------ EXERCISE MATERIALS
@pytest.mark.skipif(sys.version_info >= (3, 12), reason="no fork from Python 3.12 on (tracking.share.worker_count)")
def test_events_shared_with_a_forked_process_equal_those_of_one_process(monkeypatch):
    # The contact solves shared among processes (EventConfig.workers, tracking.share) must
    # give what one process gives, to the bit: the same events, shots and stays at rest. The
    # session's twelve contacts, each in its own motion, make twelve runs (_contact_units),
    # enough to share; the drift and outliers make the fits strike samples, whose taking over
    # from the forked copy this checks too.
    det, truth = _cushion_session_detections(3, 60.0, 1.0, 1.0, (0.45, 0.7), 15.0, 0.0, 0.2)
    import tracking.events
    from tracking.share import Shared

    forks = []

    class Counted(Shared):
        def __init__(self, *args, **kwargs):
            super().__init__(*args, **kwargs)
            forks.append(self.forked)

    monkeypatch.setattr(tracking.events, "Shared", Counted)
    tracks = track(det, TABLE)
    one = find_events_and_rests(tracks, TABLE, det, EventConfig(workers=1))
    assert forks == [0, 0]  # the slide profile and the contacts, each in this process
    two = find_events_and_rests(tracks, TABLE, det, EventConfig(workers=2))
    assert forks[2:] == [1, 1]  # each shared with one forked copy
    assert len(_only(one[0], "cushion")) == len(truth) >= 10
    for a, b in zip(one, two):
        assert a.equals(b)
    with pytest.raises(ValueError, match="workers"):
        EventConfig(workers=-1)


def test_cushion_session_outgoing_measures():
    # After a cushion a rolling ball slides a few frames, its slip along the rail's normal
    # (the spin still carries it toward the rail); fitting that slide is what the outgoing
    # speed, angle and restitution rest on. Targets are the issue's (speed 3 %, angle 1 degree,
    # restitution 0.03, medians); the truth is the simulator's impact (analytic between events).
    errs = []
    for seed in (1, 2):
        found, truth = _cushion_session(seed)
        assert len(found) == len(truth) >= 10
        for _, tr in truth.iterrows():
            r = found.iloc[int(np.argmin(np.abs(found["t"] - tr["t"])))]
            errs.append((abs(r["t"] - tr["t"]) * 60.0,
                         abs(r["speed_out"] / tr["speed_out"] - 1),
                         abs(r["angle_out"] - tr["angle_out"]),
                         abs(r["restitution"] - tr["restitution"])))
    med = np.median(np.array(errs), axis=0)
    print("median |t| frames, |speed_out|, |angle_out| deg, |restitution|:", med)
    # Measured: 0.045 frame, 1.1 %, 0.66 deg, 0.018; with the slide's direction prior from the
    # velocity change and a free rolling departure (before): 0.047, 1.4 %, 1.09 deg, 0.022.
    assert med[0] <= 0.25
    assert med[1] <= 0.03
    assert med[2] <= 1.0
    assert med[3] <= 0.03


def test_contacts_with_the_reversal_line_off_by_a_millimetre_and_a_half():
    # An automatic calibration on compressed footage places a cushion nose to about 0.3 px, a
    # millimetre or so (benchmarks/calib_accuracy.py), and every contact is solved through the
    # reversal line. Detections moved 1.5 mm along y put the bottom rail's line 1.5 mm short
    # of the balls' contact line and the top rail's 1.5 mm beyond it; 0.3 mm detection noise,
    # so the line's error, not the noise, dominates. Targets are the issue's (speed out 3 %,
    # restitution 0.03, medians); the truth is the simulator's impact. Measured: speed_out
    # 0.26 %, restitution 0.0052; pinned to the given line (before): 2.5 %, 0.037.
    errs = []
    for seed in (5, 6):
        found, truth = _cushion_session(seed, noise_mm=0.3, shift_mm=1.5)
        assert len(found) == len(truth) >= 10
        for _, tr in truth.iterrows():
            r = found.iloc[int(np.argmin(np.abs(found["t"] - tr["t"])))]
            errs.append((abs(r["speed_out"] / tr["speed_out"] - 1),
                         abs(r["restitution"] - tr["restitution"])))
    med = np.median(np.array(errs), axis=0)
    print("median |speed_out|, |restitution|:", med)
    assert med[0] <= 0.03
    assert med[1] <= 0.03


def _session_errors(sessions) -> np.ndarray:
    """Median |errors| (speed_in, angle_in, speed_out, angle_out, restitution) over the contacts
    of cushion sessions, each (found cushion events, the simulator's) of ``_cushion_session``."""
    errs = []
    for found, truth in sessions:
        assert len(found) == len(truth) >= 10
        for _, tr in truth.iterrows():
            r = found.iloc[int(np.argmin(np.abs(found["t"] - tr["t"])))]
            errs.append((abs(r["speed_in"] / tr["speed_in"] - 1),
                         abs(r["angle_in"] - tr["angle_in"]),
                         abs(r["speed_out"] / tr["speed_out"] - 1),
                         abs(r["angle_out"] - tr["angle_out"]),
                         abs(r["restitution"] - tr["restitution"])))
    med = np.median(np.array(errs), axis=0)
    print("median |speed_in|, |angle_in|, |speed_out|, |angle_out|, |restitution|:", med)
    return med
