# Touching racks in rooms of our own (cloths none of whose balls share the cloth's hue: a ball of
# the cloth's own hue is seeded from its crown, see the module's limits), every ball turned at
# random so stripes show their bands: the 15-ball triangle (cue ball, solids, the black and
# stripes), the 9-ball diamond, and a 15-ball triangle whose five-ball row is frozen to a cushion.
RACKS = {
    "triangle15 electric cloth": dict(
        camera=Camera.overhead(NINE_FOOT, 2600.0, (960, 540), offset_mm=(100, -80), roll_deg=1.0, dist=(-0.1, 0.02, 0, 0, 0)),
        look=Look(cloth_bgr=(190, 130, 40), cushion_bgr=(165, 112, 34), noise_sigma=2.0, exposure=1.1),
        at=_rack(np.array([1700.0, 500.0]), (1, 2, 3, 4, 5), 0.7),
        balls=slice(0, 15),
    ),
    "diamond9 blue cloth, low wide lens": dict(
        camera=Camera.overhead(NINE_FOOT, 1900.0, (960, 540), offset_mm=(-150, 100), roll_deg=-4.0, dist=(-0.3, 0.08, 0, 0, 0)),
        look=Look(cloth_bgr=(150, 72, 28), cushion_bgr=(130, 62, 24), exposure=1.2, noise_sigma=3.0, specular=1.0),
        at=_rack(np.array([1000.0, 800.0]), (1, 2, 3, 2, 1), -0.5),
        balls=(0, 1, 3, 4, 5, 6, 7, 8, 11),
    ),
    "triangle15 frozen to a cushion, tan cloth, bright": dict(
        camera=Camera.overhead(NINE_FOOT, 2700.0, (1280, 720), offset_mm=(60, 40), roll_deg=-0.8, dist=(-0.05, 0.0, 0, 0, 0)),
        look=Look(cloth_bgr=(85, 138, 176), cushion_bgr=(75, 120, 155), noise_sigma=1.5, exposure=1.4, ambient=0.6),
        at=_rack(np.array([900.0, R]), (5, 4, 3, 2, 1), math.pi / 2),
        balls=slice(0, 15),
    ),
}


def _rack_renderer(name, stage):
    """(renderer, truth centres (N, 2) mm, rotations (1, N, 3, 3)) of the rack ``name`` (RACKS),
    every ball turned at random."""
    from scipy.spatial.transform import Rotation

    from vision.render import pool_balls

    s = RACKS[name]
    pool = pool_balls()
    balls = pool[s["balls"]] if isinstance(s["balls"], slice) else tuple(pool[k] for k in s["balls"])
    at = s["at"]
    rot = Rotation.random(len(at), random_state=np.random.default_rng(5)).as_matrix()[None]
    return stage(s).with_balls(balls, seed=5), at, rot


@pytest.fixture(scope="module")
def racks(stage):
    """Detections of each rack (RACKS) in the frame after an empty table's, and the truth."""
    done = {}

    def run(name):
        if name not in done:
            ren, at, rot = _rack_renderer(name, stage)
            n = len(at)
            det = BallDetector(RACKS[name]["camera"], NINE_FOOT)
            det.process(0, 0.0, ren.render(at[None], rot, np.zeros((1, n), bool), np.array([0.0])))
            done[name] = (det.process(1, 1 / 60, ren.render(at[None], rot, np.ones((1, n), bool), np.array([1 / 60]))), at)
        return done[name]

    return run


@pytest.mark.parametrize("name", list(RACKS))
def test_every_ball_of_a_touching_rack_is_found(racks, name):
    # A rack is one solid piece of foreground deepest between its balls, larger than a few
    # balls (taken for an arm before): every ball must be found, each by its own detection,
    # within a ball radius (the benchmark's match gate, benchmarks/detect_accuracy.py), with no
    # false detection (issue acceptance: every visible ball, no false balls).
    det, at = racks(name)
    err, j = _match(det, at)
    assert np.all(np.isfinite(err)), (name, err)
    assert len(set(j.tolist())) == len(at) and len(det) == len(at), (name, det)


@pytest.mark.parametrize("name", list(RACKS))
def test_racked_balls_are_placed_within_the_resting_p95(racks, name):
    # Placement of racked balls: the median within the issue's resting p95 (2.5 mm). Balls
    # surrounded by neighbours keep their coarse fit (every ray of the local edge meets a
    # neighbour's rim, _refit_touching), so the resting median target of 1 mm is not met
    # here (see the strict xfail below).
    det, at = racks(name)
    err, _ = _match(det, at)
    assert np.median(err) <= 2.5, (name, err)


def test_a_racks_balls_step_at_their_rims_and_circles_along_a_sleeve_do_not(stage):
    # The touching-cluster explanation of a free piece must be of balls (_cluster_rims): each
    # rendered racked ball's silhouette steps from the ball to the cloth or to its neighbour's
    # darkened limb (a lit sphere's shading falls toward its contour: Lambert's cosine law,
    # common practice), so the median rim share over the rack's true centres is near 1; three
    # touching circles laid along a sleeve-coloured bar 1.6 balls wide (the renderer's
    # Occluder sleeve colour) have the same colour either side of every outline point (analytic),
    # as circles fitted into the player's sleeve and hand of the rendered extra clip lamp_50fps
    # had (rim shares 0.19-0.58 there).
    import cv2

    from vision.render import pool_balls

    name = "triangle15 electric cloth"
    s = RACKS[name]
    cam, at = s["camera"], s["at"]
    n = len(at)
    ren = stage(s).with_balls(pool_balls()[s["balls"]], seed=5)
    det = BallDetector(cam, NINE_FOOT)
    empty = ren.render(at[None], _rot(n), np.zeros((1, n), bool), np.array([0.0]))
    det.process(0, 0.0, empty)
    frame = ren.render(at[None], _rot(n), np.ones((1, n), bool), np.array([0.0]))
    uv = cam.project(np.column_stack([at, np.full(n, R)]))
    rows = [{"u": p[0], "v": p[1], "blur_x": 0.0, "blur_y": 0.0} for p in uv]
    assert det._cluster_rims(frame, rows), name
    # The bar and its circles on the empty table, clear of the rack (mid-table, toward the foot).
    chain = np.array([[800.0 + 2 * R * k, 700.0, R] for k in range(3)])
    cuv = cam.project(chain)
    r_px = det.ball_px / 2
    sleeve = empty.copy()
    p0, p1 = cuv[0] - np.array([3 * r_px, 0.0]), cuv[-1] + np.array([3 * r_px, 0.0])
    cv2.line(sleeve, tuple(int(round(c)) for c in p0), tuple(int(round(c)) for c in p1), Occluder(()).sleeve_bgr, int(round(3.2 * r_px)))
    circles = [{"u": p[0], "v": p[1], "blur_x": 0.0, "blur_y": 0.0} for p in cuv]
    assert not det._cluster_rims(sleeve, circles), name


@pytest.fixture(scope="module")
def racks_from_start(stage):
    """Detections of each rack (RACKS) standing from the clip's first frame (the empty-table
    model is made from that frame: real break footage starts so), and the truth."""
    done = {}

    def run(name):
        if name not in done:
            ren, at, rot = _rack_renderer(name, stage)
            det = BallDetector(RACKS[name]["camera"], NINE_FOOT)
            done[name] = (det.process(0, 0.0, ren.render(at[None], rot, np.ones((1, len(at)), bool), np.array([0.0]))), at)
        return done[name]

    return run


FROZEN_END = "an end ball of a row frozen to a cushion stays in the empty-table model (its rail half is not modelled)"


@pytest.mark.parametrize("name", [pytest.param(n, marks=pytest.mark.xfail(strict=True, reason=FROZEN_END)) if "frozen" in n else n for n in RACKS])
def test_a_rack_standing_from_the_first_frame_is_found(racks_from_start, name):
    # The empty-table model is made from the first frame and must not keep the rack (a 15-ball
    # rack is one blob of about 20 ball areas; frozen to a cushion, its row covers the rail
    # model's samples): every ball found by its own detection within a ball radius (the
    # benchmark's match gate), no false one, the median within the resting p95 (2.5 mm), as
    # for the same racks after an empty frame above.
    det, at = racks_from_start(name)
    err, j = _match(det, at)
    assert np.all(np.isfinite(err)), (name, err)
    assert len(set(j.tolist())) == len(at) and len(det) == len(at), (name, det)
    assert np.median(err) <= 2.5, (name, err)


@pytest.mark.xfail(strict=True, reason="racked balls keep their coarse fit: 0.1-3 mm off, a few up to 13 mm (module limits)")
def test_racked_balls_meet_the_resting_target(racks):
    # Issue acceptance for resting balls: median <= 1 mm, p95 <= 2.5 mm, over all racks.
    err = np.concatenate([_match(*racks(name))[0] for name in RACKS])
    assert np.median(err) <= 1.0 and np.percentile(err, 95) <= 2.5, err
------------
* _PROBLEM DESCRIPTION_
Reproduce the entries above exactly, but only the lines between the line holding "assert det._cluster_rims(frame, rows), name" and the line holding "cv2.line(sleeve, tuple(int(round(c)) for", inclusive.

* _RESULT BELOW_
    assert det._cluster_rims(frame, rows), name
    # The bar and its circles on the empty table, clear of the rack (mid-table, toward the foot).
    chain = np.array([[800.0 + 2 * R * k, 700.0, R] for k in range(3)])
    cuv = cam.project(chain)
    r_px = det.ball_px / 2
    sleeve = empty.copy()
    p0, p1 = cuv[0] - np.array([3 * r_px, 0.0]), cuv[-1] + np.array([3 * r_px, 0.0])
    cv2.line(sleeve, tuple(int(round(c)) for c in p0), tuple(int(round(c)) for c in p1), Occluder(()).sleeve_bgr, int(round(3.2 * r_px)))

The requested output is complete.